### [EXERCISE DIRECTIONS]
Set down, in full, every record in the block.

### [SOURCE MATERIAL]
+ + + + + + +
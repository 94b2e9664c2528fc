package cryst

import "regexp"

// ranges bound the values a scenario may set, in SI, inclusive. They are
// physical limits, wider than the plausible range (common practice, no
// source, unless noted): a share lies in [0, 1]; a rate, density, size,
// heat-transfer coefficient or efficiency that a model divides by is above
// zero; a time is not negative; a temperature difference is at most a few
// hundred kelvin.
var ranges = map[string][2]float64{
	KeyExcess:          {0, 5},           // share over the saturation volume
	KeyWashCakeVolumes: {0, 20},          // cake volumes
	KeyWashSaturation:  {0, 1},           // share of saturation
	KeyCrystalDensity:  {500, 5000},      // kg/m³: organic and inorganic crystals
	KeyCakePorosity:    {0.05, 0.95},     // share of the cake volume
	KeyCakeSaturation:  {0, 1},           // share of the pores
	KeyInclusion:       {0, 0.2},         // kg liquor per kg crystals
	KeyMaxPasses:       {1, 20},          // passes
	KeyExtrapolation:   {0, 200},         // K
	KeyDilution:        {1e-3, 1},        // m³/kg: 1 to 1000 mL per g
	KeySolidCp:         {300, 4000},      // J/(kg K): organic solids about 1000–1500
	KeyRoomT:           {273.15, 313.15}, // K: 0–40 °C
	KeyHeatApproach:    {0, 200},         // K
	KeyCoolApproach:    {0, 200},         // K
	KeyMaxCoolingRate:  {1.0 / 36000, 1}, // K/s: 0.1 K/h to 1 K/s; never zero
	KeyUFlask:          {10, 2000},       // W/(m² K)
	KeyUReactor:        {10, 2000},       // W/(m² K)
	KeyAreaFlask:       {1, 20},          // area over volume^(2/3)
	KeyAreaReactor:     {1, 20},          // area over volume^(2/3)
	KeyFlaskFill:       {0.05, 1},        // share of the volume
	KeyReactorFill:     {0.05, 1},        // share of the volume
	KeySetupTime:       {0, 172800},      // s: up to two days
	KeyHotHold:         {0, 172800},      // s
	KeyAging:           {0, 172800},      // s
	KeyHeatAttended:    {0, 1},           // share
	KeyCoolAttended:    {0, 1},           // share
	KeyFilterSetup:     {0, 172800},      // s
	KeyCakeDepth:       {0.002, 1},       // m
	KeyMinFilterArea:   {1e-4, 10},       // m²: 1 cm² to 10 m²
	KeyFilterAttended:  {0, 1},           // share
	KeyCheckTime:       {0, 172800},      // s
	KeyCleanTime:       {0, 172800},      // s
	KeyDryAttended:     {0, 1},           // share
	KeyDryWarmup:       {0, 200},         // K
	KeyHeaterEff:       {0.01, 1},        // share; never zero
	KeyChillerCOP:      {0.5, 10},        // small chillers 2–3
	KeyEvapAttended:    {0, 1},           // share
	KeyCropTime:        {0, 172800},      // s
	KeyCropAttended:    {0, 1},           // share
	KeyScreeningTime:   {0, 7.2e6},       // s: up to 2000 h, a year's work
	KeyScreeningMass:   {0, 10},          // kg
	"flask":            {1e-6, 0.1},      // m³: 1 mL to 100 L
	"reactor":          {1e-3, 100},      // m³: 1 L to 100 m³
}

// rangeOf returns the range of a key (zero when it has none); the numbered
// flask and reactor sizes share one range each.
func rangeOf(key string) (lo, hi float64) {
	if m := vesselKey.FindStringSubmatch(key); m != nil {
		key = m[1]
	}
	return ranges[key][0], ranges[key][1]
}

// vesselKey matches the keys KeyFlask and KeyReactor make.
var vesselKey = regexp.MustCompile(`^crystallization\.(flask|reactor)_\d+$`)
+ + + + + + +
### [ANSWER SECTION]
repository 94b2e9664c2528fc
package cryst

import "regexp"

// ranges bound the values a scenario may set, in SI, inclusive. They are
// physical limits, wider than the plausible range (common practice, no
// source, unless noted): a share lies in [0, 1]; a rate, density, size,
// heat-transfer coefficient or efficiency that a model divides by is above
// zero; a time is not negative; a temperature difference is at most a few
// hundred kelvin.
var ranges = map[string][2]float64{
	KeyExcess:          {0, 5},           // share over the saturation volume
	KeyWashCakeVolumes: {0, 20},          // cake volumes
	KeyWashSaturation:  {0, 1},           // share of saturation
	KeyCrystalDensity:  {500, 5000},      // kg/m³: organic and inorganic crystals
	KeyCakePorosity:    {0.05, 0.95},     // share of the cake volume
	KeyCakeSaturation:  {0, 1},           // share of the pores
	KeyInclusion:       {0, 0.2},         // kg liquor per kg crystals
	KeyMaxPasses:       {1, 20},          // passes
	KeyExtrapolation:   {0, 200},         // K
	KeyDilution:        {1e-3, 1},        // m³/kg: 1 to 1000 mL per g
	KeySolidCp:         {300, 4000},      // J/(kg K): organic solids about 1000–1500
	KeyRoomT:           {273.15, 313.15}, // K: 0–40 °C
	KeyHeatApproach:    {0, 200},         // K
	KeyCoolApproach:    {0, 200},         // K
	KeyMaxCoolingRate:  {1.0 / 36000, 1}, // K/s: 0.1 K/h to 1 K/s; never zero
	KeyUFlask:          {10, 2000},       // W/(m² K)
	KeyUReactor:        {10, 2000},       // W/(m² K)
	KeyAreaFlask:       {1, 20},          // area over volume^(2/3)
	KeyAreaReactor:     {1, 20},          // area over volume^(2/3)
	KeyFlaskFill:       {0.05, 1},        // share of the volume
	KeyReactorFill:     {0.05, 1},        // share of the volume
	KeySetupTime:       {0, 172800},      // s: up to two days
	KeyHotHold:         {0, 172800},      // s
	KeyAging:           {0, 172800},      // s
	KeyHeatAttended:    {0, 1},           // share
	KeyCoolAttended:    {0, 1},           // share
	KeyFilterSetup:     {0, 172800},      // s
	KeyCakeDepth:       {0.002, 1},       // m
	KeyMinFilterArea:   {1e-4, 10},       // m²: 1 cm² to 10 m²
	KeyFilterAttended:  {0, 1},           // share
	KeyCheckTime:       {0, 172800},      // s
	KeyCleanTime:       {0, 172800},      // s
	KeyDryAttended:     {0, 1},           // share
	KeyDryWarmup:       {0, 200},         // K
	KeyHeaterEff:       {0.01, 1},        // share; never zero
	KeyChillerCOP:      {0.5, 10},        // small chillers 2–3
	KeyEvapAttended:    {0, 1},           // share
	KeyCropTime:        {0, 172800},      // s
	KeyCropAttended:    {0, 1},           // share
	KeyScreeningTime:   {0, 7.2e6},       // s: up to 2000 h, a year's work
	KeyScreeningMass:   {0, 10},          // kg
	"flask":            {1e-6, 0.1},      // m³: 1 mL to 100 L
	"reactor":          {1e-3, 100},      // m³: 1 L to 100 m³
}

// rangeOf returns the range of a key (zero when it has none); the numbered
// flask and reactor sizes share one range each.
func rangeOf(key string) (lo, hi float64) {
	if m := vesselKey.FindStringSubmatch(key); m != nil {
		key = m[1]
	}
	return ranges[key][0], ranges[key][1]
}

// vesselKey matches the keys KeyFlask and KeyReactor make.
var vesselKey = regexp.MustCompile(`^crystallization\.(flask|reactor)_\d+$`)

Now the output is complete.